describe(`decideRetest — ${OOS}`, () => {
	const REASON = 'Container 2 resampled after a labelling mix-up in the sampling booth.'

	test('a flagged run under investigation, or invalidated, may be retested with a written reason', () => {
		expect(decideRetest(run('verified', { outcome: 'flagged' }), REASON)).toEqual({ ok: true, value: true })
		expect(decideRetest(run('recorded', { outcome: 'flagged' }), REASON)).toEqual({ ok: true, value: true })
		expect(
			decideRetest(run('verified', { outcome: 'flagged', investigationConclusion: 'invalidated' }), REASON),
		).toEqual({ ok: true, value: true })
	})

	test('a conforming run is not retested (testing into compliance)', () => {
		const result = decideRetest(run('verified'), REASON)
		expect(result).toMatchObject({ ok: false, error: { status: 409 } })
		if (!result.ok) expect(result.error.message).toMatch(/Only a run flagged for investigation/)
	})

	test('a confirmed result is final: no retest', () => {
		const result = decideRetest(run('verified', { outcome: 'flagged', investigationConclusion: 'confirmed' }), REASON)
		expect(result).toMatchObject({ ok: false, error: { status: 409 } })
		if (!result.ok) expect(result.error.message).toMatch(/does not conform and is not retested/)
	})

	test('the reason must have the minimum length once trimmed', () => {
		const flagged = run('verified', { outcome: 'flagged' })
		const short = decideRetest(flagged, `  ${'r'.repeat(MIN_RUN_TEXT_LENGTH - 1)}  `)
		expect(short).toMatchObject({ ok: false, error: { status: 422 } })
		expect(decideRetest(flagged, 'r'.repeat(MIN_RUN_TEXT_LENGTH)).ok).toBe(true)
	})
})

describe(`lotDisposition — ${OOS}`, () => {
	const conforming = (state: RunState = 'verified'): LotRun => ({
		state,
		outcome: 'conforms',
		investigationConclusion: null,
	})
	const flagged = (investigationConclusion: InvestigationConclusion | null, state: RunState = 'verified'): LotRun => ({
		state,
		outcome: 'flagged',
		investigationConclusion,
	})

	test.each<[string, Array<LotRun>, LotDisposition]>([
		['no run', [], 'untested'],
		['one conforming run awaiting its analyst', [conforming('recorded')], 'in-progress'],
		['one conforming run awaiting verification', [conforming('performed')], 'in-progress'],
		['one conforming verified run', [conforming()], 'released'],
		['two conforming verified runs', [conforming(), conforming()], 'released'],
		['a flagged run still open, even unsigned', [flagged(null, 'recorded')], 'under-investigation'],
		['a flagged run open beside a conforming verified retest', [flagged(null), conforming()], 'under-investigation'],
		['a flagged run confirmed', [flagged('confirmed')], 'rejected'],
		['a confirmed run outweighs a conforming retest', [flagged('confirmed'), conforming()], 'rejected'],
		['a confirmed run outweighs another open one', [flagged(null), flagged('confirmed')], 'rejected'],
		['a flagged run invalidated, no retest yet', [flagged('invalidated')], 'retest-needed'],
		['invalidated, retest awaiting verification', [flagged('invalidated'), conforming('performed')], 'in-progress'],
		['invalidated, retest conforming and verified', [flagged('invalidated'), conforming()], 'released'],
		['invalidated, retest flagged in turn', [flagged('invalidated'), flagged(null)], 'under-investigation'],
		['two invalidated runs and nothing standing', [flagged('invalidated'), flagged('invalidated')], 'retest-needed'],
	])('%s → %s', (_name, runs, disposition) => {
		expect(lotDisposition(runs)).toBe(disposition)
	})

	test('property: a lot is released only if a verified conforming run exists and no flagged run stands', () => {
		const lotRun = fc.record<LotRun>({
			state: fc.constantFrom<RunState>('recorded', 'performed', 'verified'),
			outcome: fc.constantFrom<RunOutcome>('conforms', 'flagged'),
			investigationConclusion: fc.constantFrom<InvestigationConclusion | null>(null, 'confirmed', 'invalidated'),
		})
		fc.assert(
			fc.property(fc.array(lotRun, { maxLength: 6 }), (runs) => {
				const disposition = lotDisposition(runs)
				if (disposition === 'released') {
					expect(runs.some((r) => r.outcome === 'conforms' && r.state === 'verified')).toBe(true)
					expect(runs.every((r) => r.outcome === 'conforms' || r.investigationConclusion === 'invalidated')).toBe(true)
				}
				// Order of the runs never matters.
				expect(lotDisposition([...runs].reverse())).toBe(disposition)
			}),
		)
	})
})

▶ **WHAT THE TASK ASKS**
Exactly as written, output all of the entries.

▶ **RESULT OF THE TASK**
describe(`decideRetest — ${OOS}`, () => {
	const REASON = 'Container 2 resampled after a labelling mix-up in the sampling booth.'

	test('a flagged run under investigation, or invalidated, may be retested with a written reason', () => {
		expect(decideRetest(run('verified', { outcome: 'flagged' }), REASON)).toEqual({ ok: true, value: true })
		expect(decideRetest(run('recorded', { outcome: 'flagged' }), REASON)).toEqual({ ok: true, value: true })
		expect(
			decideRetest(run('verified', { outcome: 'flagged', investigationConclusion: 'invalidated' }), REASON),
		).toEqual({ ok: true, value: true })
	})

	test('a conforming run is not retested (testing into compliance)', () => {
		const result = decideRetest(run('verified'), REASON)
		expect(result).toMatchObject({ ok: false, error: { status: 409 } })
		if (!result.ok) expect(result.error.message).toMatch(/Only a run flagged for investigation/)
	})

	test('a confirmed result is final: no retest', () => {
		const result = decideRetest(run('verified', { outcome: 'flagged', investigationConclusion: 'confirmed' }), REASON)
		expect(result).toMatchObject({ ok: false, error: { status: 409 } })
		if (!result.ok) expect(result.error.message).toMatch(/does not conform and is not retested/)
	})

	test('the reason must have the minimum length once trimmed', () => {
		const flagged = run('verified', { outcome: 'flagged' })
		const short = decideRetest(flagged, `  ${'r'.repeat(MIN_RUN_TEXT_LENGTH - 1)}  `)
		expect(short).toMatchObject({ ok: false, error: { status: 422 } })
		expect(decideRetest(flagged, 'r'.repeat(MIN_RUN_TEXT_LENGTH)).ok).toBe(true)
	})
})

describe(`lotDisposition — ${OOS}`, () => {
	const conforming = (state: RunState = 'verified'): LotRun => ({
		state,
		outcome: 'conforms',
		investigationConclusion: null,
	})
	const flagged = (investigationConclusion: InvestigationConclusion | null, state: RunState = 'verified'): LotRun => ({
		state,
		outcome: 'flagged',
		investigationConclusion,
	})

	test.each<[string, Array<LotRun>, LotDisposition]>([
		['no run', [], 'untested'],
		['one conforming run awaiting its analyst', [conforming('recorded')], 'in-progress'],
		['one conforming run awaiting verification', [conforming('performed')], 'in-progress'],
		['one conforming verified run', [conforming()], 'released'],
		['two conforming verified runs', [conforming(), conforming()], 'released'],
		['a flagged run still open, even unsigned', [flagged(null, 'recorded')], 'under-investigation'],
		['a flagged run open beside a conforming verified retest', [flagged(null), conforming()], 'under-investigation'],
		['a flagged run confirmed', [flagged('confirmed')], 'rejected'],
		['a confirmed run outweighs a conforming retest', [flagged('confirmed'), conforming()], 'rejected'],
		['a confirmed run outweighs another open one', [flagged(null), flagged('confirmed')], 'rejected'],
		['a flagged run invalidated, no retest yet', [flagged('invalidated')], 'retest-needed'],
		['invalidated, retest awaiting verification', [flagged('invalidated'), conforming('performed')], 'in-progress'],
		['invalidated, retest conforming and verified', [flagged('invalidated'), conforming()], 'released'],
		['invalidated, retest flagged in turn', [flagged('invalidated'), flagged(null)], 'under-investigation'],
		['two invalidated runs and nothing standing', [flagged('invalidated'), flagged('invalidated')], 'retest-needed'],
	])('%s → %s', (_name, runs, disposition) => {
		expect(lotDisposition(runs)).toBe(disposition)
	})

	test('property: a lot is released only if a verified conforming run exists and no flagged run stands', () => {
		const lotRun = fc.record<LotRun>({
			state: fc.constantFrom<RunState>('recorded', 'performed', 'verified'),
			outcome: fc.constantFrom<RunOutcome>('conforms', 'flagged'),
			investigationConclusion: fc.constantFrom<InvestigationConclusion | null>(null, 'confirmed', 'invalidated'),
		})
		fc.assert(
			fc.property(fc.array(lotRun, { maxLength: 6 }), (runs) => {
				const disposition = lotDisposition(runs)
				if (disposition === 'released') {
					expect(runs.some((r) => r.outcome === 'conforms' && r.state === 'verified')).toBe(true)
					expect(runs.every((r) => r.outcome === 'conforms' || r.investigationConclusion === 'invalidated')).toBe(true)
				}
				// Order of the runs never matters.
				expect(lotDisposition([...runs].reverse())).toBe(disposition)
			}),
		)
	})
})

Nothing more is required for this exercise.